EXERCISE REQUIREMENTS:
Take each line in the entries below that holds "names" and show it.

Stored data entries
"""Recipes that turn signals into concentrations: what a person states, kept as canonical JSON."""

from __future__ import annotations

import dataclasses
import math
from collections.abc import Callable, Mapping
from dataclasses import dataclass, fields
from typing import Any, ClassVar

from kinetics_db.engine.plain_text import plain_text
from kinetics_db.engine.units import is_unit
from kinetics_db.errors import InvalidInput, Problem

Check = Callable[[float], bool]

_POSITIVE: tuple[Check, str] = (lambda v: math.isfinite(v) and v > 0, "above 0")
_NOT_NEGATIVE: tuple[Check, str] = (lambda v: math.isfinite(v) and v >= 0, "0 or more")


def _checked(recipe: object, rules: Mapping[str, tuple[Check, str]], where: str = "") -> list[Problem]:
    """Problems of the numeric fields of a recipe; None means 'not stated'."""
    problems = []
    for name, (holds, cure) in rules.items():
        value = getattr(recipe, name)
        number = isinstance(value, int | float) and not isinstance(value, bool)
        if value is not None and not (number and holds(value)):
            problems.append(Problem(f"{name} is {value!r}", field=where + name, cure=cure))
    return problems


def _refuse_double(names: list[str], field_name: str) -> list[Problem]:
    double = sorted({name for name in names if names.count(name) > 1})
    return [Problem(f"'{name}' stands twice", field=field_name, cure="once each") for name in double]


@dataclass(frozen=True)
class MeasuredSignal:
    """One signal of the table and the species that it measures.

    Attributes
    ----------
    signal, species : name of the column, and of the species
    nuclei : nuclei (or groups) behind the signal
    response_factor, response_relative_u : f_X, 1 for ideal NMR, and its relative standard uncertainty
    t1, t1_u : longitudinal relaxation time and its standard uncertainty, s
    saturation_relative_u : stated instead of an unknown T1
    noise : standard uncertainty of the signal in its own unit, over that of the recipe
    """

    signal: str
    species: str
    nuclei: float
    response_factor: float = 1.0
    response_relative_u: float = 0.0
    t1: float | None = None
    t1_u: float = 0.0
    saturation_relative_u: float = 0.0
    noise: float | None = None

    def problems(self, where: str) -> list[Problem]:
        return _checked(self, _SIGNAL_RULES, where)


_SIGNAL_RULES = {
    "nuclei": _POSITIVE, "response_factor": _POSITIVE, "response_relative_u": _NOT_NEGATIVE, "t1": _POSITIVE,
    "t1_u": _NOT_NEGATIVE, "saturation_relative_u": _NOT_NEGATIVE, "noise": _POSITIVE,
}  # fmt: skip


@dataclass(frozen=True)
class InternalStandard:
    """Concentrations against a standard in the same solution.

    Attributes
    ----------
    standard : the standard's signal; its ``species`` is its name, its response factor must be 1
    standard_concentration, standard_relative_u : mol/L in the vessel, and its relative standard uncertainty
    standard_owner : whose error that is, such as 'stock 3'
    signals : what is measured against it
    noise_absolute : standard uncertainty of every signal, in the unit of the signals
    noise_relative : the same as a fraction of the signal; both add in quadrature; with neither of them (and
        no ``noise`` of a signal) the scatter of each signal about its neighbours is taken
    repetition_time : s, acquisition and delay together; None when no saturation is corrected
    flip_angle : degrees
    seed, draws : of the Monte Carlo for weak signals
    """

    kind: ClassVar[str] = "internal standard"

    standard: MeasuredSignal
    standard_concentration: float
    signals: tuple[MeasuredSignal, ...]
    standard_relative_u: float = 0.0
    standard_owner: str = "standard"
    noise_absolute: float | None = None
    noise_relative: float | None = None
    repetition_time: float | None = None
    flip_angle: float = 90.0
    seed: int = 1
    draws: int = 20_000

    def __post_init__(self) -> None:
        problems = _checked(
            self,
            {
                "standard_concentration": _POSITIVE,
                "standard_relative_u": _NOT_NEGATIVE,
                "noise_absolute": _NOT_NEGATIVE,
                "noise_relative": _NOT_NEGATIVE,
                "repetition_time": _POSITIVE,
                "flip_angle": (lambda v: 0 < v < 180, "between 0 and 180 degrees"),
                "seed": (lambda v: v == int(v) and 0 <= v < 2**53, "a whole number from 0"),
                "draws": (lambda v: v == int(v) and 1000 <= v <= 1_000_000, "from 1000 to 1000000"),
            },
        )
        problems += self.standard.problems("standard.")
        for i, signal in enumerate(self.signals):
            problems += signal.problems(f"signals[{i}].")
        if self.standard.response_factor != 1 or self.standard.response_relative_u != 0:
            message = "response factors are relative to the standard, whose own is 1"
            problems.append(Problem(message, field="standard.response_factor", cure="1, without uncertainty"))
        if not self.signals:
            problems.append(Problem("no signal is to be reduced", field="signals", cure="at least one"))
        problems += _refuse_double([s.species for s in (self.standard, *self.signals)], "signals.species")
        problems += _refuse_double([s.signal for s in (self.standard, *self.signals)], "signals.signal")
        given = [v for v in (self.noise_absolute, self.noise_relative) if v is not None]
        if given and not any(given):
            cure = "one of them above 0; or neither, and it is estimated"
            problems.append(Problem("a noise of zero", field="noise_absolute", cure=cure))
        if self.repetition_time is not None:
            problems += [
                Problem(
                    f"the T1 of '{s.signal}' is not stated", field="t1", cure="t1, or a saturation_relative_u"
                )
                for s in (self.standard, *self.signals)
                if s.t1 is None and s.saturation_relative_u == 0
            ]
        if problems:
            raise InvalidInput(problems)

    def to_plain(self) -> dict[str, Any]:
        """Plain values for canonical JSON, with the ``kind``."""
        return {"kind": self.kind, **_plain(self)}

    @classmethod
    def from_plain(cls, plain: Mapping[str, Any]) -> InternalStandard:
        """Inverse of `to_plain`; InvalidInput names the field that is wrong."""
        values = _values(cls, plain, "")
        values["standard"] = _nested(MeasuredSignal, values["standard"], "standard")
        values["signals"] = _nested_list(MeasuredSignal, values["signals"], "signals")
        return cls(**values)


@dataclass(frozen=True)
class ReportedColumn:
    """A column that holds a concentration already.

    ``unit`` overrides that of the table; ``uncertainty_signal`` names the column with its standard
    uncertainties, in the same unit.
    """

    signal: str
    species: str
    unit: str | None = None
    uncertainty_signal: str | None = None


@dataclass(frozen=True)
class AsReported:
    """Concentrations, percentages or fractions taken as the file reports them.

    Attributes
    ----------
    columns : which columns are which species
    constant_u : standard uncertainty of every value, in the unit that the column is reported in
    relative_u : the same as a fraction of the value; both add in quadrature. With neither of them and no
        uncertainty column the uncertainties stay missing and a fit has to estimate them.
    scale_relative_u, scale_owner : an error common to all values (a calibration), and whose it is
    """

    kind: ClassVar[str] = "as reported"

    columns: tuple[ReportedColumn, ...]
    constant_u: float | None = None
    relative_u: float | None = None
    scale_relative_u: float = 0.0
    scale_owner: str = "calibration"

    def __post_init__(self) -> None:
        problems = _checked(
            self,
            {"constant_u": _POSITIVE, "relative_u": _POSITIVE, "scale_relative_u": _NOT_NEGATIVE},
        )
        if not self.columns:
            problems.append(Problem("no column is to be taken", field="columns", cure="at least one"))
        problems += _refuse_double([c.species for c in self.columns], "columns.species")
        problems += _refuse_double([c.signal for c in self.columns], "columns.signal")
        for i, column in enumerate(self.columns):
            if column.unit is not None and not is_unit(column.unit):
                message = f"unknown unit {column.unit!r}"
                problems.append(Problem(message, field=f"columns[{i}].unit", cure="such as mM, % or 1"))
        if problems:
            raise InvalidInput(problems)

    def to_plain(self) -> dict[str, Any]:
        """Plain values for canonical JSON, with the ``kind``."""
        return {"kind": self.kind, **_plain(self)}

    @classmethod
    def from_plain(cls, plain: Mapping[str, Any]) -> AsReported:
        """Inverse of `to_plain`; InvalidInput names the field that is wrong."""
        values = _values(cls, plain, "")
        values["columns"] = _nested_list(ReportedColumn, values["columns"], "columns")
        return cls(**values)


Recipe = InternalStandard | AsReported

#: Recipes by their kind.
RECIPES: Mapping[str, type[InternalStandard] | type[AsReported]] = {
    InternalStandard.kind: InternalStandard,
    AsReported.kind: AsReported,
}


def recipe_from_plain(plain: Mapping[str, Any]) -> Recipe:
    """The recipe of the stated ``kind``; InvalidInput for an unknown one."""
    kind = plain.get("kind") if isinstance(plain, Mapping) else None
    if not isinstance(kind, str) or kind not in RECIPES:
        raise InvalidInput(
            f"there is no recipe of kind {kind!r}", field="kind", cure="one of " + ", ".join(RECIPES)
        )
    return RECIPES[kind].from_plain(plain)


def _plain(recipe: Any) -> dict[str, Any]:
    def value(item: Any) -> Any:
        if dataclasses.is_dataclass(item):
            return _plain(item)
        return [value(part) for part in item] if isinstance(item, tuple) else item

    return {f.name: value(getattr(recipe, f.name)) for f in fields(recipe)}


def _values(cls: type, plain: Any, where: str) -> dict[str, Any]:
    """Keyword arguments for a recipe, with every unknown, absent or wrongly typed field named."""
    if not isinstance(plain, Mapping):
        raise InvalidInput(f"{plain!r} is no mapping of fields", field=where or None, cure="named fields")
    known = {f.name: f for f in fields(cls)}
    problems = [
        Problem(f"unknown field '{name}'", field=f"{where}{name}", cure="one of " + ", ".join(known))
        for name in plain
        if name not in known and not (name == "kind" and not where)
    ]
    values = {}
    for name, f in known.items():
        if name not in plain:
            if f.default is dataclasses.MISSING:
                problems.append(Problem(f"'{name}' is not stated", field=f"{where}{name}", cure="state it"))
            continue
        if not _TYPES.get(str(f.type), lambda _: True)(plain[name]):
            problems.append(Problem(f"{plain[name]!r} is no {f.type}", field=f"{where}{name}"))
        values[name] = plain[name]
        if isinstance(values[name], str):
            try:
                values[name] = plain_text(values[name], field=f"{where}{name}", longest=120)
            except InvalidInput as error:
                problems.extend(error.problems)
    if problems:
        raise InvalidInput(problems)
    return values


def _nested(cls: type, plain: Any, where: str) -> Any:
    return cls(**_values(cls, plain, f"{where}."))


def _nested_list(cls: type, plain: Any, where: str) -> tuple[Any, ...]:
    if not isinstance(plain, list | tuple):
        raise InvalidInput(f"{plain!r} is no list", field=where, cure="a list")
    return tuple(_nested(cls, item, f"{where}[{i}]") for i, item in enumerate(plain))


def _number(value: Any) -> bool:
    return isinstance(value, int | float) and not isinstance(value, bool)


_TYPES: Mapping[str, Callable[[Any], bool]] = {
    "str": lambda v: isinstance(v, str) and v != "",
    "str | None": lambda v: v is None or isinstance(v, str),
    "float": _number,
    "float | None": lambda v: v is None or _number(v),
    "int": lambda v: isinstance(v, int) and not isinstance(v, bool),
}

RESPONSE:
def _refuse_double(names: list[str], field_name: str) -> list[Problem]:
    double = sorted({name for name in names if names.count(name) > 1})
        """Inverse of `to_plain`; InvalidInput names the field that is wrong."""
    ``unit`` overrides that of the table; ``uncertainty_signal`` names the column with its standard
        """Inverse of `to_plain`; InvalidInput names the field that is wrong."""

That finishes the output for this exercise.